§ **Task prompt**
Restate verbatim the span of lines below between the line with "from geofractal.measure import Floats, Lines" and the line with "columns : attributes, name and type", including those two lines, and only that span.

§ **Stored data**
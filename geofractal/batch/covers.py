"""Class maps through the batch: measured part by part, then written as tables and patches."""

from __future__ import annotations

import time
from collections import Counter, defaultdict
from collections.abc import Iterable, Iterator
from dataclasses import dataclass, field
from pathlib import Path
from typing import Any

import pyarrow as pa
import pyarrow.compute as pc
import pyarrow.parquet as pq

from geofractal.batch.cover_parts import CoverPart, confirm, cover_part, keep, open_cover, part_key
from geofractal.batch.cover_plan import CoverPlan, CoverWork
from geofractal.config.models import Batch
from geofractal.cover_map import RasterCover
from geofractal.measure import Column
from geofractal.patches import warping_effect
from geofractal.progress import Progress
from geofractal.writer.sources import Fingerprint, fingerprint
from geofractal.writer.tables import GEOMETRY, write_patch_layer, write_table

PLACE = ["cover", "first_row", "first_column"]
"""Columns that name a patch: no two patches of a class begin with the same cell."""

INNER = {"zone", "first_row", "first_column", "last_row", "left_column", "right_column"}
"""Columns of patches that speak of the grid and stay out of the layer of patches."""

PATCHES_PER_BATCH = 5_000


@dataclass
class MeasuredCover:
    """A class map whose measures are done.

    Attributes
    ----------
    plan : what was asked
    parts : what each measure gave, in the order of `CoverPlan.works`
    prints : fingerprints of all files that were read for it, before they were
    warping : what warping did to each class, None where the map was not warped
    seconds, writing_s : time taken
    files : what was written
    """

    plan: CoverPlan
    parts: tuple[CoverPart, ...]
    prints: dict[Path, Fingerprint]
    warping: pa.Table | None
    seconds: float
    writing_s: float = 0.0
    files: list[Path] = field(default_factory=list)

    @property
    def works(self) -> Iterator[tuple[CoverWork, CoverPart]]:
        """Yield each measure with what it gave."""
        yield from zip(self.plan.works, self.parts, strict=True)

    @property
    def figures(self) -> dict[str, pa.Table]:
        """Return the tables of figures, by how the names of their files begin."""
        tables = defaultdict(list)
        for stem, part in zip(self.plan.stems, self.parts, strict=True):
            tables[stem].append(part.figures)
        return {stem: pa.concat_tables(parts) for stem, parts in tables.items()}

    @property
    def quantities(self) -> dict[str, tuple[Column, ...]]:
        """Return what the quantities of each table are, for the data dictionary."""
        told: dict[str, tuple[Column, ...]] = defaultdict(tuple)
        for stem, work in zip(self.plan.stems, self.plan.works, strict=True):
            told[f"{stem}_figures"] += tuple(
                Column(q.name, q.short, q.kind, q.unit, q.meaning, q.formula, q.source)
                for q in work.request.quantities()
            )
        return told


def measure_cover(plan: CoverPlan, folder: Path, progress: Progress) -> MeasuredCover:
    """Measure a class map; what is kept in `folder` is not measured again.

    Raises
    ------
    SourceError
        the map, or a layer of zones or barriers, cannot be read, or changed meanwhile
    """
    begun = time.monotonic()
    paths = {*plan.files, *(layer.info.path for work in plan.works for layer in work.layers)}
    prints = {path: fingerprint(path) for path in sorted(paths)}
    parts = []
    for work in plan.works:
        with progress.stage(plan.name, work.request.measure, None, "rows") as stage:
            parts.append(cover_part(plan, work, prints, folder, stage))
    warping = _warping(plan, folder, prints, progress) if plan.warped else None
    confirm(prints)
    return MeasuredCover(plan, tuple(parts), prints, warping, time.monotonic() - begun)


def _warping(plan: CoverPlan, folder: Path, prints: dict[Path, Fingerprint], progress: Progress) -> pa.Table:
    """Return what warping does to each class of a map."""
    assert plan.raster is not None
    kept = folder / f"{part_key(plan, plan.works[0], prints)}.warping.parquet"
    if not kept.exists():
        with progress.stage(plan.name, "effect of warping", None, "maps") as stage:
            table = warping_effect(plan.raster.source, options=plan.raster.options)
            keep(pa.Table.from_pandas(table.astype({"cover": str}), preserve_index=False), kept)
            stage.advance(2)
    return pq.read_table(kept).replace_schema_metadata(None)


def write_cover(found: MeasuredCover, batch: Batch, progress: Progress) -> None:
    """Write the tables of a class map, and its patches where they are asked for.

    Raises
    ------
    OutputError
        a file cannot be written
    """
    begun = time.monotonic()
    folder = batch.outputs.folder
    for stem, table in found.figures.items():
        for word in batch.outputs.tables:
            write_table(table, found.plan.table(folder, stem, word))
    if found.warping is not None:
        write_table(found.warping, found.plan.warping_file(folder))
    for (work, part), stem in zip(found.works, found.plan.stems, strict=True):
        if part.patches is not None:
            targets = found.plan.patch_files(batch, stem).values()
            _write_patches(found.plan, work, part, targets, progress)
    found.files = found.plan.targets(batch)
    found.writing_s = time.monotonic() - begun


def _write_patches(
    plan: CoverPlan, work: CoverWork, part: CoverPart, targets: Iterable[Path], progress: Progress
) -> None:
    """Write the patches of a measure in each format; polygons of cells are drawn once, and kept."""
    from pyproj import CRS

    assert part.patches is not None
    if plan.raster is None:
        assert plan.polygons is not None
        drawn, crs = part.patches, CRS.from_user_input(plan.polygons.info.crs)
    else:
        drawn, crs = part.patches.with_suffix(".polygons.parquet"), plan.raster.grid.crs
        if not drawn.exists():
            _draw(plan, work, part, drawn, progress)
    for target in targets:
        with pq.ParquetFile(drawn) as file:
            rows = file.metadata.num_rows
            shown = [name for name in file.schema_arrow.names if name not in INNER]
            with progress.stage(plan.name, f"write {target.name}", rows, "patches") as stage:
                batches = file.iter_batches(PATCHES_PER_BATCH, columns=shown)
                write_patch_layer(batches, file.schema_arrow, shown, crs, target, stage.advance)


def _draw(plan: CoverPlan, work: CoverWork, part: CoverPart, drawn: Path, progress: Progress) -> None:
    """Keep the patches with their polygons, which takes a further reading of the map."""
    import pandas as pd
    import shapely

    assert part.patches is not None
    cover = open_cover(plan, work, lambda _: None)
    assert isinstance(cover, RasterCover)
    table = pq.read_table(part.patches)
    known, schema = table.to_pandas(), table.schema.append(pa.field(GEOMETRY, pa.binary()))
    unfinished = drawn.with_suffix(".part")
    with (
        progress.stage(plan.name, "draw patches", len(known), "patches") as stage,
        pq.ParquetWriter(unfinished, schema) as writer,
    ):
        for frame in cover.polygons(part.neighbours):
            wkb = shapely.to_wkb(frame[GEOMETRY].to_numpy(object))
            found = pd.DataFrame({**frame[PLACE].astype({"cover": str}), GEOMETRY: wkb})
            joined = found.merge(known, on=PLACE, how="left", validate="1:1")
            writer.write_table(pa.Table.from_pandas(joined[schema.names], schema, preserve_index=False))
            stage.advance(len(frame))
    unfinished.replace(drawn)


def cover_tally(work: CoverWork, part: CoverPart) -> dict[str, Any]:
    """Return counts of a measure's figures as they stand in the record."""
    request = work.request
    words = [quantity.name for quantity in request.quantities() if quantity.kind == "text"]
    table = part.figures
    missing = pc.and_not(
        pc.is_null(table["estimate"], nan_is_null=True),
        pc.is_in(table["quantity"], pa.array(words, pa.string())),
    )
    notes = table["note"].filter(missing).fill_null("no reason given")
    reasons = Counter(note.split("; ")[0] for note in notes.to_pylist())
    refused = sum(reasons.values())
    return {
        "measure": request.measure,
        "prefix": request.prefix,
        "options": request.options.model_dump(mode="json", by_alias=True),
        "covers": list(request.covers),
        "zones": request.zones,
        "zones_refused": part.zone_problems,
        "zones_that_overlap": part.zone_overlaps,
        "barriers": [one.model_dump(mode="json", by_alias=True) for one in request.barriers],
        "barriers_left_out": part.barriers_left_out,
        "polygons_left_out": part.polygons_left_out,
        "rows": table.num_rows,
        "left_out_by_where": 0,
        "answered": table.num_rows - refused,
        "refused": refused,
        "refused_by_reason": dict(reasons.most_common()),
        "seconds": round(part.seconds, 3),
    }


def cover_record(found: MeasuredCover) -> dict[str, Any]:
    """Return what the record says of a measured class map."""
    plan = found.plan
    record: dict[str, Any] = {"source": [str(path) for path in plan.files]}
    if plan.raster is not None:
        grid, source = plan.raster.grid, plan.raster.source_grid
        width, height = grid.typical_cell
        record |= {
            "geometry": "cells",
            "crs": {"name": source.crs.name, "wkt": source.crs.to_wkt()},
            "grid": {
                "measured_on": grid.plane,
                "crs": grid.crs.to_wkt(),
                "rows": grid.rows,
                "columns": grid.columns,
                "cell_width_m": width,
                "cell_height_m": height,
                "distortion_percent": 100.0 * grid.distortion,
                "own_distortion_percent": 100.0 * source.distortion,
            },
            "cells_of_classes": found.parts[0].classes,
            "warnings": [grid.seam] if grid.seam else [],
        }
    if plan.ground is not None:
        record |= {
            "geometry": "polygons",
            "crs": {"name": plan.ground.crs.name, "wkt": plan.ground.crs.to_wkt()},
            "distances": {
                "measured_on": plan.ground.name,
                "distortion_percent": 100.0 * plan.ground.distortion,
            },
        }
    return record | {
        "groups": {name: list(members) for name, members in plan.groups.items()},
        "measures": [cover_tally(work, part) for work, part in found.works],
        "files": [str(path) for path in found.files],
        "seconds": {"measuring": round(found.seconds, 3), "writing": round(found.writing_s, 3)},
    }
--
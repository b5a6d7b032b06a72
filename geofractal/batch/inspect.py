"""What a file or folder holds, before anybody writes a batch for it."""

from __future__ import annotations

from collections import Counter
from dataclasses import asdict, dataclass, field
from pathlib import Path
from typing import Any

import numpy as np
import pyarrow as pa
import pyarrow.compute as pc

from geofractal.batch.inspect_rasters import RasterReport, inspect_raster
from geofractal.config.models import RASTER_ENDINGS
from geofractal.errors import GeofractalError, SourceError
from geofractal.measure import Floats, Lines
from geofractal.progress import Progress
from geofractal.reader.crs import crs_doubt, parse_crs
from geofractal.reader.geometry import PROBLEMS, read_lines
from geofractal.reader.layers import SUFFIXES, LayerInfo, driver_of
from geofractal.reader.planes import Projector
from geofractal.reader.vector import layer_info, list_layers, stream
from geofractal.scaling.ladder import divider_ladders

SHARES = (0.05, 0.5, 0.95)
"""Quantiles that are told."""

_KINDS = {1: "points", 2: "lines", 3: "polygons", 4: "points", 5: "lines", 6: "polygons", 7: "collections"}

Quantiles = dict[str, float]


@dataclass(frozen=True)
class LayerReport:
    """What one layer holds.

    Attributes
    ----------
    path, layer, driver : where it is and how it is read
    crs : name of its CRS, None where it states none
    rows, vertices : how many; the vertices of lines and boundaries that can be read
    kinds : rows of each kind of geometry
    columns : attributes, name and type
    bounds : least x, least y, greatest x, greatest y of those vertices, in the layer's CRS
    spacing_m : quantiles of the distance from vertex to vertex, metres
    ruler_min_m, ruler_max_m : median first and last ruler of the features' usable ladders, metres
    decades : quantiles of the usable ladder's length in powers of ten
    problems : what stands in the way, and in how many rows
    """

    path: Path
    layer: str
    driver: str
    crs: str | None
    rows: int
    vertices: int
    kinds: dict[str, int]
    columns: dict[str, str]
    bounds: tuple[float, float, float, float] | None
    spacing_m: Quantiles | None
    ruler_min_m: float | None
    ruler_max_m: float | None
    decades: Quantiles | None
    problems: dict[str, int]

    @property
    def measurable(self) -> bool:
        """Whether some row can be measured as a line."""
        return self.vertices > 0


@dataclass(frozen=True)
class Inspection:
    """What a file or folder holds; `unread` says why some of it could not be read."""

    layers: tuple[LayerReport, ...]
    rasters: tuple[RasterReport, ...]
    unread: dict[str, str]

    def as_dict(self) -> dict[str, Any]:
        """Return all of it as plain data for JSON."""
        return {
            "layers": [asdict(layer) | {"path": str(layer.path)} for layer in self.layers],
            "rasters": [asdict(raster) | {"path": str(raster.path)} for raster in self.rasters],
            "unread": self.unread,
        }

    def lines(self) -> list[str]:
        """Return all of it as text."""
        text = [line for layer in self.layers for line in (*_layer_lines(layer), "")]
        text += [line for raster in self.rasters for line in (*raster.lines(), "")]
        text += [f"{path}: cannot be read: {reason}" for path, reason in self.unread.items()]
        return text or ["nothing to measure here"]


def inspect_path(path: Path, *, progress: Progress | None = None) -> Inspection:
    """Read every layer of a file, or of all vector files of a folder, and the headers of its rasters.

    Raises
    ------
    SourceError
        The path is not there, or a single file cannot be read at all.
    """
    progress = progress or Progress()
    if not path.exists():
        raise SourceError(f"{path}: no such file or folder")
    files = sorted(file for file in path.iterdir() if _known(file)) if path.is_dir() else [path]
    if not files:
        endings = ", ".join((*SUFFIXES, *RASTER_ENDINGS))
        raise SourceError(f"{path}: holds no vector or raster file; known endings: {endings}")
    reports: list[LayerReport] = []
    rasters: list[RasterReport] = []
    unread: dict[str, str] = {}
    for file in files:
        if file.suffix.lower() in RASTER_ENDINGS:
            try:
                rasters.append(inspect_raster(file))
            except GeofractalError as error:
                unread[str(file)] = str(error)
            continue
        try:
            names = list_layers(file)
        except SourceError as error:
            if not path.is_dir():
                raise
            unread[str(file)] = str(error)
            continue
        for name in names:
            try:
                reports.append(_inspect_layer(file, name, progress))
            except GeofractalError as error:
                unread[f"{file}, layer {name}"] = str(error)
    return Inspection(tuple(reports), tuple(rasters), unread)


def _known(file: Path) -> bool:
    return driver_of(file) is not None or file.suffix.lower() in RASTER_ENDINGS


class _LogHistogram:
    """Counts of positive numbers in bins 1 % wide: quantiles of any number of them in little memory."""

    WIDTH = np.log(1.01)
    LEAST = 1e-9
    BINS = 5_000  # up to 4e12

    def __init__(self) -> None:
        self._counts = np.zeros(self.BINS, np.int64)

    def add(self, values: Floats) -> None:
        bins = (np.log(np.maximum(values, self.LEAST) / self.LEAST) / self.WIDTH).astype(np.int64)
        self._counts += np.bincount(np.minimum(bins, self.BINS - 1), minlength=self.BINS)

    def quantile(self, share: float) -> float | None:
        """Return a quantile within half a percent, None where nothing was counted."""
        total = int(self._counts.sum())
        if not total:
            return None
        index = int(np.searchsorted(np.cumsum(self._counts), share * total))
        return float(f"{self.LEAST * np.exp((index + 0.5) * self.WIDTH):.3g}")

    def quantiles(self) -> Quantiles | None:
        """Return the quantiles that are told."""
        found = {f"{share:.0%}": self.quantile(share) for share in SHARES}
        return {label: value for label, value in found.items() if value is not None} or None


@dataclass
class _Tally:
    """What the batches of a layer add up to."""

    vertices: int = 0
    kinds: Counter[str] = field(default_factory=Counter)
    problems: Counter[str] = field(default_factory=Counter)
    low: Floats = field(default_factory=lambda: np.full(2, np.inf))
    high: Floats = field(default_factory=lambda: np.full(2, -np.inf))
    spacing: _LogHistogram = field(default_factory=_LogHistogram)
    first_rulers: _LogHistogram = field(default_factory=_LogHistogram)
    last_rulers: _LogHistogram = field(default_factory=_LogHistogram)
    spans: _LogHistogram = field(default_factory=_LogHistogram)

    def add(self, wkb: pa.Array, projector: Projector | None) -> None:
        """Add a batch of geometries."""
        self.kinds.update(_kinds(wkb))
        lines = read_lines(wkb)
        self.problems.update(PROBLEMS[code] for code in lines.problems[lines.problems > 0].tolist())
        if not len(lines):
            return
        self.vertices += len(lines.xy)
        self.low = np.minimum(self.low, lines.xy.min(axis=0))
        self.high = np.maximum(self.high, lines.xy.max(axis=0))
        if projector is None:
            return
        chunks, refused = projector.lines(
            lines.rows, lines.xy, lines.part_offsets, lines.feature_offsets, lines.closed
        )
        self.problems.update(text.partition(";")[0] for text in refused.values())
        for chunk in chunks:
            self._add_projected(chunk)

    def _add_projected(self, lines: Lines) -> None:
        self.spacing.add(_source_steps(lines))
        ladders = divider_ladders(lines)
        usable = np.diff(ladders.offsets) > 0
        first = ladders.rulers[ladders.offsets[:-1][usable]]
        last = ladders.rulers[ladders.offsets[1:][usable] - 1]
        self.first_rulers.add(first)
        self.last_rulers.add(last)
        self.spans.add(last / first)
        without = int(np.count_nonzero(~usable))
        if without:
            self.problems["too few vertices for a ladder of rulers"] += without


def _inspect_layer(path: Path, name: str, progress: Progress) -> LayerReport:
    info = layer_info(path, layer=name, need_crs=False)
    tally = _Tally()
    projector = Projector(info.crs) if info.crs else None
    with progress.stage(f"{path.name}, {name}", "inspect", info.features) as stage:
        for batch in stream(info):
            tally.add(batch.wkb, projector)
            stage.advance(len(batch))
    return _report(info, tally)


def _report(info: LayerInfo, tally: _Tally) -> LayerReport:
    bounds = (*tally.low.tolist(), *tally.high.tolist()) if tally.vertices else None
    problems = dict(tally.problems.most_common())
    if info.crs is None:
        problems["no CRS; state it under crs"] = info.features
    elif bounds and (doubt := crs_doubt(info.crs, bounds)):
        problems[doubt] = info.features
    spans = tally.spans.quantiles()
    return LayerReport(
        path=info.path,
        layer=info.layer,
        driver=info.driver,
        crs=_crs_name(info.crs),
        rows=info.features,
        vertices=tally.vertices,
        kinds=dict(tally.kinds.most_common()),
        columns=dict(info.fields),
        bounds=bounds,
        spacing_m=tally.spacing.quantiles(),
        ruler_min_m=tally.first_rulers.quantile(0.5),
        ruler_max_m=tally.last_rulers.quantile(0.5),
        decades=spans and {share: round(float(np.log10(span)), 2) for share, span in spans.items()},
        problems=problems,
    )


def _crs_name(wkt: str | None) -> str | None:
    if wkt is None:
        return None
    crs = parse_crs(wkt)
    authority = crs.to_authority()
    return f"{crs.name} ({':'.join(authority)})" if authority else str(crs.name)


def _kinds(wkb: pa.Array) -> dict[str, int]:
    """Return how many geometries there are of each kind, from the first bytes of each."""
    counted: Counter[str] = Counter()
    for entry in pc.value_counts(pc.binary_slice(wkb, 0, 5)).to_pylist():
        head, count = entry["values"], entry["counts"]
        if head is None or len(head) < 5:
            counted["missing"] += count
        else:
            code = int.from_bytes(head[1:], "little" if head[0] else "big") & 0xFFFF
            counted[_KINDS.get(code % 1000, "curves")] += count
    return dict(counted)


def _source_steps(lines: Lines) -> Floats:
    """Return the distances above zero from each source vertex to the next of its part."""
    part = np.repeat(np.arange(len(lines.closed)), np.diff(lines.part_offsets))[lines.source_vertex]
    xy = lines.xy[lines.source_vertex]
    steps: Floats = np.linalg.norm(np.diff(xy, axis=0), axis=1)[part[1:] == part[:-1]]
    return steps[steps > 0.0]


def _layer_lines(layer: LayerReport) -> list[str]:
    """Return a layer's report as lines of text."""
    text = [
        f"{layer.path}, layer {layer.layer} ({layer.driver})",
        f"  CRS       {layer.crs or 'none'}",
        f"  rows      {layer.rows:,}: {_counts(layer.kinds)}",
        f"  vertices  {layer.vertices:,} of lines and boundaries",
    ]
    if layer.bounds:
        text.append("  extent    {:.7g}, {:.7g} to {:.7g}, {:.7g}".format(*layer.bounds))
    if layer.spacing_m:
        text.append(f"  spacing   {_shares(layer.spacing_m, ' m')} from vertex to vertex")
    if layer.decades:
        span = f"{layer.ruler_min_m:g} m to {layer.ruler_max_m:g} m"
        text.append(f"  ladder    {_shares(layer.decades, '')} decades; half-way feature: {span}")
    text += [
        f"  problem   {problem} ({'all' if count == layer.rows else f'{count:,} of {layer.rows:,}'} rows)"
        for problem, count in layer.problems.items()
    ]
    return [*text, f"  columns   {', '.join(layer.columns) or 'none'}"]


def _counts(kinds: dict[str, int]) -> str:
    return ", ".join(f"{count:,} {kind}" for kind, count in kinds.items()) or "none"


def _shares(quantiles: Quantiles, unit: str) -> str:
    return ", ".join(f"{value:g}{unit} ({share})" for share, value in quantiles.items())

§ **Task response**
from geofractal.measure import Floats, Lines
from geofractal.progress import Progress
from geofractal.reader.crs import crs_doubt, parse_crs
from geofractal.reader.geometry import PROBLEMS, read_lines
from geofractal.reader.layers import SUFFIXES, LayerInfo, driver_of
from geofractal.reader.planes import Projector
from geofractal.reader.vector import layer_info, list_layers, stream
from geofractal.scaling.ladder import divider_ladders

SHARES = (0.05, 0.5, 0.95)
"""Quantiles that are told."""

_KINDS = {1: "points", 2: "lines", 3: "polygons", 4: "points", 5: "lines", 6: "polygons", 7: "collections"}

Quantiles = dict[str, float]


@dataclass(frozen=True)
class LayerReport:
    """What one layer holds.

    Attributes
    ----------
    path, layer, driver : where it is and how it is read
    crs : name of its CRS, None where it states none
    rows, vertices : how many; the vertices of lines and boundaries that can be read
    kinds : rows of each kind of geometry
    columns : attributes, name and type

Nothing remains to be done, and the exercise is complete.